# A Passion for Desserts by Emily Luchetti



## suzanne (May 26, 2001)

For those who might be interested, I've got a review up on The Daily Gullet.

Unless you're an eGullet member, you can't post a reply there. So come on back here and tell me what YOU think of the book.


----------



## fodigger (Jul 2, 2001)

Nice review Suzanne. Made me want to read the book. And I love the line about the mint. I recently had a customer for a banquet that want a mint garnish on her dessert and I told her nope it doesn't belong. In the end she agreed that it didn't need it.

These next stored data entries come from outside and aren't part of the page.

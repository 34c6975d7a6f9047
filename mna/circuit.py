"""Circuit: named elements with checked values, nodes with domains.

This is the embedding API's entry point::

    import mna
    circuit = mna.load("circuits/solenoid_valve.mna")   # or mna.parse(text)
    op = circuit.dc()                                     # op["v(coil)"] -> float
    res = circuit.transient(until=4e-3, step=1e-6)        # res.time, res["i(Lcoil)"]

or, without any text::

    c = mna.Circuit("rl")
    c.add("voltage-source", "V1", "in", "gnd", 10)        # SI floats...
    c.add("resistor", "R1", "in", "x", "5 ohm")           # ...or quantity text
    c.add("inductor", "L1", "x", "gnd", "10 mH")
    res = c.transient(until=5e-3, step=1e-6)

Elaboration turns netlist statements into elements: it resolves each
element kind, maps the operands to terminals, evaluates every argument and
checks its dimension, and validates the ``simulate``, ``record``,
``measure`` and ``check`` lines against the circuit's names.
"""

from __future__ import annotations

import copy
import difflib
import gc
import math
import re
from contextlib import contextmanager
from dataclasses import dataclass, field
from numbers import Real
from pathlib import Path
from typing import Any, Iterable, Mapping, Sequence

from . import netlist as nl
from .elements.base import ELEMENT, ELECTRICAL, REFERENCE, SHAFT, THERMAL, Arg, Element
from .elements.registry import is_builtin, lookup, suggest
from .errors import InputError, NetlistSyntaxError, Span, UnitsError, UnknownNameError, plugin_fault
from .expressions import FUNCTIONS, children, evaluate, walk
from .methods import METHODS
from .units import (
    AMPERE,
    DIMENSIONLESS,
    HERTZ,
    KELVIN,
    PREFIXES,
    SECOND,
    VOLT,
    Dimension,
    DimensionError,
    FARAD,
    HENRY,
    OHM,
    format_si,
    unit_symbol,
    Quantity,
    describe,
    parse_quantity,
    refuse_celsius,
)
from .units import UnitError
from .elements.switches import duty_hint
from .values import QUANTITIES, AnalysisRequest, SignalRef, node_quantity
from .waveforms import Constant, Piecewise, Pulse, Sine, Step, Waveform

# --------------------------------------------------------------------------
# Requests the file makes: analyses, recorded signals.


TRANSIENT_SETTINGS: dict[str, Arg] = {
    "until": Arg("until", SECOND, positive=True, doc="end time"),
    "step": Arg("step", SECOND, default=None, positive=True, doc="fixed time step"),
    # (None: exact intervals where the circuit is piecewise linear, else the default method)
    "method": Arg("method", None, default=None, kind="choice", choices=tuple(METHODS)),
    "start": Arg("start", None, default="dc", kind="choice", choices=("dc", "rest")),
    "tolerance": Arg("tolerance", DIMENSIONLESS, default=None, positive=True,
                     doc="relative local error per step (error-controlled runs)"),
    "voltage-tolerance": Arg("voltage-tolerance", VOLT, default=None, positive=True,
                             doc="absolute floor of the local error on voltages"),
    "current-tolerance": Arg("current-tolerance", AMPERE, default=None, positive=True,
                             doc="absolute floor of the local error on currents"),
    "max-step": Arg("max-step", SECOND, default=None, positive=True, doc="largest step"),
    "min-step": Arg("min-step", SECOND, default=None, positive=True, doc="smallest step before failing"),
    "event-tolerance": Arg("event-tolerance", SECOND, default=None, positive=True,
                           doc="how precisely switching events are located in time"),
    "sample": Arg("sample", SECOND, default=None, positive=True,
                  doc="also resample the results on a uniform grid of this spacing"),
    # Work limits (mna.limits): raise them to allow a longer run.
    "step-limit": Arg("step-limit", DIMENSIONLESS, default=None, positive=True, doc="most steps a run may take"),
    "edge-limit": Arg("edge-limit", DIMENSIONLESS, default=None, positive=True,
                      doc="most edges of periodic sources and gates over a run"),
    "point-limit": Arg("point-limit", DIMENSIONLESS, default=None, positive=True,
                       doc="most output points a run may record"),
    "memory-limit": Arg("memory-limit", DIMENSIONLESS, default=None, positive=True,
                        doc="most memory for a run's recorded results, in MB"),
}
FREQUENCY_SETTINGS: dict[str, Arg] = {
    "from": Arg("from", HERTZ, default=None, positive=True, doc="lowest frequency of a sweep"),
    "to": Arg("to", HERTZ, default=None, positive=True, doc="highest frequency of a sweep"),
    "per-decade": Arg("per-decade", DIMENSIONLESS, default=50, positive=True, doc="points per decade"),
    "at": Arg("at", None, default=None, kind="expr", doc="list(F1, F2, ...): these frequencies only"),
}
PERIODIC_SETTINGS: dict[str, Arg] = {
    "period": Arg("period", SECOND, default=None, positive=True, doc="the period of the sources and gates"),
    "period-of": Arg("period-of", None, default=None, kind="expr",
                     doc="an element whose pwm() gate or pwm()/sine() waveform sets the period"),
    "repeat-tolerance": Arg("repeat-tolerance", DIMENSIONLESS, default=None, positive=True,
                            doc="largest change of the state over one period, relative to its scale"),
    "newton-limit": Arg("newton-limit", DIMENSIONLESS, default=None, positive=True,
                        doc="most Newton iterations on the period map"),
    "period-limit": Arg("period-limit", DIMENSIONLESS, default=None, positive=True,
                        doc="most periods integrated in all"),
    "warmup": Arg("warmup", DIMENSIONLESS, default=None, positive=True,
                  doc="plain periods from the start before Newton's method"),
    "periods": Arg("periods", DIMENSIONLESS, default=None, positive=True,
                   doc="periods in steady state kept in the results"),
    **{k: v for k, v in TRANSIENT_SETTINGS.items() if k != "until"},
}
ANALYSES: dict[str, dict[str, Arg]] = {"dc": {}, "transient": TRANSIENT_SETTINGS, "frequency": FREQUENCY_SETTINGS,
                                       "periodic": PERIODIC_SETTINGS}


# --------------------------------------------------------------------------
# Value conversion shared by the netlist path and the Python API.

Btw: just what is "real food porn"?


----------



## suzanne (May 26, 2001)

Food porn is _The French Laundry Cookbook._ Food porn is _A Return to Cooking._ It is a display of gorgeous, possibly misty pictures purporting to show the dishes as produced if one follows the recipes, but really only showing a fantasy. We look, we drool, but we know that nothing we produce will ever look as good as that.

Thanks. :blush:


----------



## m brown (May 29, 1999)

remember the 2 fat ladies? now that food was food porn!
bacon,butter,lard, meat, eggs, golden syrup and brandy all in butter and lard crust.

I gave my mother the french laundry cook book and she gave it back!!! she said it was nice to look at but she would never cook like that!

I have found Emily's books to be very friendly to all cook levels and down to earth. 
thanks for the link!


:bounce:


----------



## mezzaluna (Aug 29, 2000)

Suzanne, I know you can cook, but man- you sure can write. My hat's off to you!


----------



## xaleto (Jan 26, 2004)

I love the book and I tried few things from it already. I almost read it front to back because it is such a great read with great tips. Having met Emily Luchetti twice, I have to say her recipes are as down to earth as she is. Her grandmother apple cake is so similar to my Italian grandmother's recipe that is surreal. 

I recently borrowed her previous cookbooks from a library, since they are out of print, and I have to say that A Passion for Dessert is even better. It has more information and tips that the others. She has surpassed herself.

I would highly recommed this book.

Laura:chef:


----------